What the task requires:
Using the entries that follow, please report how many lines contain the word "heatPumpCop", with no other words.

### Given entries ###

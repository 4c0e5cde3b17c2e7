import { describe, expect, it } from 'vitest';
import { climates } from '@/data/climates/climates';
import { demonstration } from '@/data/demonstration/larkspur-house';
import { heatPumpCop } from '@/lib/physics/heat-pump';
import { houseSchema, type HouseRecord } from '@/lib/schemas/house';
import { createSimulator } from '@/lib/simulation/simulate';
import { WH_PER_KWH } from '@/lib/units/constants';

const weather = climates[0]!.weatherYear();
const simulator = createSimulator();

function year(house: HouseRecord) {
  const outcome = simulator.run({
    weather,
    house,
    design: demonstration.designs[0]!,
    numerics: { theta: 0.5, skyModel: 'hdkr' },
  });
  if (!outcome.ok) throw new Error(outcome.message);
  return outcome.result;
}

const plain = year(demonstration.house);

describe('night setback', () => {
  const house = houseSchema.parse({
    ...demonstration.house,
    setback: { on: true, nightC: 17, fromHour: 22, toHour: 5 },
  });
  const set = year(house);

  it('needs less heat and lets the rooms cool, but not below the night set point', () => {
    expect(set.year.heatingKwh).toBeLessThan(plain.year.heatingKwh);
    expect(set.year.roomMinC).toBeLessThan(plain.year.roomMinC);
    expect(set.year.roomMinC).toBeGreaterThan(16.4);
    expect(set.balance.residualShare).toBeLessThan(1e-11);
  });

  it('gives the same year as no setback when night and day set points are equal', () => {
    const same = houseSchema.parse({
      ...demonstration.house,
      setback: { on: true, nightC: demonstration.house.roomSetC, fromHour: 22, toHour: 5 },
    });
    expect(year(same).year.heatingKwh).toBe(plain.year.heatingKwh);
  });
});

describe('heat pump as backup', () => {
  const house = houseSchema.parse({
    ...demonstration.house,
    backup: { ...demonstration.house.backup, fuel: 'heat pump', heatPump: { source: 'ground', groundC: 3 } },
  });
  const pumped = year(house);

  it('gives the same heat as a boiler and buys less, between the bounds of its two temperatures', () => {
    expect(pumped.year.heatingKwh).toBe(plain.year.heatingKwh);
    const backup = pumped.year.backupHeatingKwh + pumped.year.backupTapKwh;
    const mean = backup / pumped.year.boughtKwh;
    expect(mean).toBeGreaterThan(heatPumpCop(3, house.hotWater.setC));
    expect(mean).toBeLessThan(heatPumpCop(3, house.roomSetC + 1));
    expect(pumped.year.fractions.savedThermal).toBeGreaterThan(0);
  });

  it('buys for the taps at their own temperature and for the rooms at that of the loop', () => {
    const { backupHeatingW, backupTapW, supplyC } = pumped.columns;
    let boughtWh = 0;
    for (let h = 0; h < supplyC.length; h++) {
      boughtWh += backupTapW[h]! / heatPumpCop(3, house.hotWater.setC);
      if (backupHeatingW[h]! > 0) boughtWh += backupHeatingW[h]! / heatPumpCop(3, supplyC[h]!);
    }
    expect(Math.abs(boughtWh / WH_PER_KWH / pumped.year.boughtKwh - 1)).toBeLessThan(1e-4);
  });

  it('buys more with a colder source', () => {
    const colder = houseSchema.parse({
      ...house,
      backup: { ...house.backup, heatPump: { source: 'ground', groundC: -5 } },
    });
    expect(year(colder).year.boughtKwh).toBeGreaterThan(pumped.year.boughtKwh);
  });
});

###

Answer for the task:
5